INFORMATION GIVEN:
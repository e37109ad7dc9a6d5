package layout

import (
	"cmp"
	"fmt"
	"math"
	"math/bits"
	"slices"
	"strconv"

	"github.com/scangate/scangate/schema"
)

// MaxPartitions caps the partitions generated for one table, so a typo such as
// keep: 10000000000 is reported as an error instead of exhausting memory.
const MaxPartitions = schema.MaxPartitions

// Partition is one partition of a table after its scheme is expanded; segments never
// span partitions, so the layout is computed from these.
type Partition struct {
	// label is the whole name (a list item's, or "all") or, for a numbered partition,
	// the prefix its number follows: "part " (even) or the grain and a space (time).
	// Names are built when asked for: a sweep expands every layout it tries, and none
	// of it reads them.
	label  string
	number int32 // 1-based place of a numbered partition (within its tier for time), 0 otherwise
	Tier   int32 // index into Partitions.Tiers for time, -1 otherwise
	Rows   int64
	Open   bool // the newest time partition (still filling)
}

// Name is "all" (none), "part 3" (even, 1-based), the item name (list), "day 1",
// "month 23" (time: grain + 1-based index within its tier, 1 = newest).
func (p Partition) Name() string {
	if p.number == 0 {
		return p.label
	}
	return p.label + strconv.Itoa(int(p.number))
}

// grain48 is a period's length in 1/48 day, so that period lengths are exact integers
// (a month is 365.25/12 days = 1461/48) and time expansion without growth is exact.
func grain48(g schema.Grain) int64 {
	switch g {
	case schema.Day:
		return 48
	case schema.Week:
		return 336
	case schema.Month:
		return 1461
	case schema.Quarter:
		return 4383
	case schema.Year:
		return 17532
	}
	return 0
}

// Expand turns a table's partition policy into partitions with row counts, in order
// (time: newest first), so that rules can count segments per partition.
func Expand(t schema.Table) ([]Partition, error) {
	if t.Rows < 0 {
		return nil, fmt.Errorf("table %q: rows %d is negative", t.Name, t.Rows)
	}
	p := t.Partitions
	switch p.Scheme {
	case schema.SchemeNone:
		return []Partition{{label: "all", Tier: -1, Rows: t.Rows}}, nil
	case schema.SchemeEven:
		return expandEven(t)
	case schema.SchemeList:
		if len(p.Items) > MaxPartitions {
			return nil, tooMany(t, int64(len(p.Items)))
		}
		if len(p.Items) == 0 {
			return nil, fmt.Errorf("table %q: scheme list has no items", t.Name)
		}
		out := make([]Partition, len(p.Items))
		for i, it := range p.Items {
			if it.Rows < 0 {
				return nil, fmt.Errorf("table %q: item %q has negative rows %d", t.Name, it.Name, it.Rows)
			}
			out[i] = Partition{label: it.Name, Tier: -1, Rows: it.Rows}
		}
		return out, nil
	case schema.SchemeTime:
		return expandTime(t)
	}
	return nil, fmt.Errorf("table %q: unknown partition scheme %q", t.Name, p.Scheme)
}

func tooMany(t schema.Table, n int64) error {
	return fmt.Errorf("table %q: %d partitions, above the limit of %d", t.Name, n, MaxPartitions)
}

// expandEven gives the first Rows%count partitions one row more, so they sum to Rows.
func expandEven(t schema.Table) ([]Partition, error) {
	n := t.Partitions.Count
	if n < 1 {
		return nil, fmt.Errorf("table %q: scheme even needs a count of at least 1, got %d", t.Name, n)
	}
	if n > MaxPartitions {
		return nil, tooMany(t, int64(n))
	}
	q, r := t.Rows/int64(n), t.Rows%int64(n)
	out := make([]Partition, n)
	for i := range out {
		rows := q
		if int64(i) < r {
			rows++
		}
		out[i] = Partition{label: "part ", number: int32(i + 1), Tier: -1, Rows: rows}
	}
	return out, nil
}

// expandTime spreads Rows over the periods by length and, with growth, by age.
func expandTime(t schema.Table) ([]Partition, error) {
	tiers := t.Partitions.Tiers
	if len(tiers) == 0 {
		return nil, fmt.Errorf("table %q: scheme time has no tiers", t.Name)
	}
	// Count before allocating; the running sum stops at the limit so it cannot overflow.
	var total int64
	for i, tr := range tiers {
		if grain48(tr.Grain) == 0 {
			return nil, fmt.Errorf("table %q: tier %d has unknown grain %q", t.Name, i+1, tr.Grain)
		}
		if tr.Keep < 1 {
			return nil, fmt.Errorf("table %q: tier %d keeps %d periods, need at least 1", t.Name, i+1, tr.Keep)
		}
		if int64(tr.Keep) > MaxPartitions || total+int64(tr.Keep) > MaxPartitions {
			// Name the full count in the error; the sum saturates so huge keeps cannot wrap.
			var sum uint64
			for _, x := range tiers {
				s, carry := bits.Add64(sum, uint64(max(x.Keep, 0)), 0)
				if carry != 0 || s > math.MaxInt64 {
					s = math.MaxInt64
				}
				sum = s
			}
			return nil, tooMany(t, int64(sum))
		}
		total += int64(tr.Keep)
	}
	g := t.GrowthPerYear
	if math.IsNaN(g) || math.IsInf(g, 0) || g <= -1 {
		return nil, fmt.Errorf("table %q: growth_per_year %v must be a finite number above -1", t.Name, g)
	}

	n := int(total)
	out := make([]Partition, n)
	i := 0
	for ti, tr := range tiers {
		prefix := string(tr.Grain) + " "
		for j := range tr.Keep {
			out[i] = Partition{label: prefix, number: int32(j + 1), Tier: int32(ti)}
			i++
		}
	}
	out[0].Open = true

	if g == 0 {
		apportionExact(out, tiers, t.Rows)
	} else {
		apportionGrowth(out, tiers, t.Rows, g)
	}
	return out, nil
}

// apportionExact splits rows by period length with 128-bit integer quotas, so the
// result is exact: 365 days of 365,000 rows are 1,000 rows each, not 999 or 1,001.
func apportionExact(out []Partition, tiers []schema.Tier, rows int64) {
	var w int64 // total length in 1/48 day; at most 10^6 * 17532, no overflow
	for _, tr := range tiers {
		w += grain48(tr.Grain) * int64(tr.Keep)
	}
	// Every period of a tier has the same quota, so work per tier.
	floors := make([]int64, len(tiers))
	rems := make([]uint64, len(tiers))
	var sum int64
	for ti, tr := range tiers {
		hi, lo := bits.Mul64(uint64(rows), uint64(grain48(tr.Grain)))
		// hi < w because the quotient rows*L/w <= rows fits in 64 bits.
		q, r := bits.Div64(hi, lo, uint64(w))
		floors[ti], rems[ti] = int64(q), r
		sum += int64(q) * int64(tr.Keep)
	}
	left := rows - sum // < number of periods: each floor loses less than one row
	// Largest remainder first; a stable order keeps earlier tiers (lower indexes) first on ties.
	order := make([]int, len(tiers))
	for i := range order {
		order[i] = i
	}
	slices.SortStableFunc(order, func(a, b int) int {
		switch {
		case rems[a] > rems[b]:
			return -1
		case rems[a] < rems[b]:
			return 1
		}
		return 0
	})
	extra := make([]int64, len(tiers)) // periods of the tier that get one more row, lowest index first
	for _, ti := range order {
		if left == 0 {
			break
		}
		k := min(left, int64(tiers[ti].Keep))
		extra[ti] = k
		left -= k
	}
	i := 0
	for ti, tr := range tiers {
		for j := range tr.Keep {
			out[i].Rows = floors[ti]
			if int64(j) < extra[ti] {
				out[i].Rows++
			}
			i++
		}
	}
}

// apportionGrowth splits rows by w_i = L_i * (1+g)^(-age_i) with float quotas, then fixes
// the rounding so the partitions sum exactly to rows and none is negative.
func apportionGrowth(out []Partition, tiers []schema.Tier, rows int64, g float64) {
	n := len(out)
	lw := make([]float64, n) // log weights: (1+g)^(-age) overflows for old periods when g < 0
	lg := math.Log1p(g)
	var start int64 // days back to the period's newer end, in 1/48 day (exact)
	maxLw := math.Inf(-1)
	i := 0
	for _, tr := range tiers {
		l := grain48(tr.Grain)
		logL := math.Log(float64(l))
		for range tr.Keep {
			age := float64(2*start+l) / 96 / 365.25 // midpoint, in years
			lw[i] = logL - float64(age*lg)
			maxLw = max(maxLw, lw[i])
			start += l
			i++
		}
	}
	// Weights relative to the largest lie in (0, 1]; Neumaier summation keeps their
	// total accurate over a million terms.
	var sum, comp float64
	for i := range lw {
		w := math.Exp(lw[i] - maxLw)
		lw[i] = w
		s := sum + w
		if math.Abs(sum) >= math.Abs(w) {
			comp += (sum - s) + w
		} else {
			comp += (w - s) + sum
		}
		sum = s
	}
	total := sum + comp // >= 1: the largest weight is 1
	fr := float64(rows)
	floors := make([]int64, n)
	rems := lw // reuse: weights are no longer needed once the quota is taken
	for i := range lw {
		q := float64(fr * (lw[i] / total)) // rounded before q - f: no FMA
		f := math.Floor(q)
		switch {
		case !(f > 0):
			floors[i] = 0
		case f >= fr:
			floors[i] = rows
		default:
			floors[i] = int64(f)
		}
		rems[i] = q - f
	}
	fixup(floors, rems, rows)
	for i := range out {
		out[i].Rows = floors[i]
	}
}

// fixup adds or removes single rows until floors sums to rows: additions go to the
// largest remainders, removals to the smallest, ties to the lower index for additions
// (the mirror order for removals). No partition goes below zero.
func fixup(floors []int64, rems []float64, rows int64) {
	n := int64(len(floors))
	// Sum with saturation so even absurd float error cannot overflow.
	var got int64
	over := false
	for _, f := range floors {
		if got > rows-f {
			over = true
			break
		}
		got += f
	}
	if over {
		removeExcess(floors, rems, rows)
		return
	}
	left := rows - got
	if left <= 0 {
		return
	}
	if left >= n {
		q := left / n
		for i := range floors {
			floors[i] += q
		}
		left -= q * n
	}
	if left == 0 {
		return
	}
	// The left-th largest remainder is the threshold; everything above it gets a row,
	// then the ties at it in index order.
	th := nth(slices.Clone(rems), int(n-left))
	for i, r := range rems {
		if r > th {
			floors[i]++
			left--
		}
	}
	for i, r := range rems {
		if left == 0 {
			break
		}
		if r == th {
			floors[i]++
			left--
		}
	}
}

// nth is the k-th smallest of xs (0-based) in slices.Sort's order, found in linear
// expected time by selection; xs is reordered. An expansion asks for one remainder's rank
// among every partition's, so a full sort would cost n log n for each.
func nth(xs []float64, k int) float64 {
	lo, hi := 0, len(xs)-1
	for lo < hi {
		// Median of three as the pivot: sorted or reversed remainders stay linear.
		mid := lo + (hi-lo)/2
		if cmp.Less(xs[mid], xs[lo]) {
			xs[mid], xs[lo] = xs[lo], xs[mid]
		}
		if cmp.Less(xs[hi], xs[lo]) {
			xs[hi], xs[lo] = xs[lo], xs[hi]
		}
		if cmp.Less(xs[hi], xs[mid]) {
			xs[hi], xs[mid] = xs[mid], xs[hi]
		}
		pivot := xs[mid]
		i, j := lo, hi
		for i <= j {
			for cmp.Less(xs[i], pivot) {
				i++
			}
			for cmp.Less(pivot, xs[j]) {
				j--
			}
			if i <= j {
				xs[i], xs[j] = xs[j], xs[i]
				i++
				j--
			}
		}
		switch {
		case k <= j:
			hi = j
		case k >= i:
			lo = i
		default:
			return xs[k] // between the two runs: equal to the pivot
		}
	}
	return xs[k]
}

// removeExcess takes rows back when float error made the floors sum above rows: first
// evenly in bulk while the excess is at least one row per partition, then one row
// each from the smallest remainders. It never takes a partition below zero.
func removeExcess(floors []int64, rems []float64, rows int64) {
	n := int64(len(floors))
	excess := func() int64 {
		var s int64
		for _, f := range floors {
			if s > math.MaxInt64-f {
				return math.MaxInt64 // saturate: the sum would overflow
			}
			s += f
		}
		return s - rows
	}
	ex := excess()
	for ex >= n {
		q := ex / n
		for i := range floors {
			floors[i] -= min(floors[i], q)
		}
		ex = excess()
	}
	if ex <= 0 {
		fixup(floors, rems, rows) // the bulk step may have overshot: add back by remainder
		return
	}
	order := make([]int, len(floors))
	for i := range order {
		order[i] = i
	}
	slices.SortStableFunc(order, func(a, b int) int {
		switch {
		case rems[a] < rems[b]:
			return -1
		case rems[a] > rems[b]:
			return 1
		}
		return b - a // higher index first: the mirror of "ties to the lower index"
	})
	for ex > 0 {
		for _, i := range order {
			if ex == 0 {
				break
			}
			if floors[i] > 0 {
				floors[i]--
				ex--
			}
		}
	}
}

WHAT IS REQUIRED:
Find the lines in the material above that include the string "days", and state how many there are without any other text.

RESULT:
3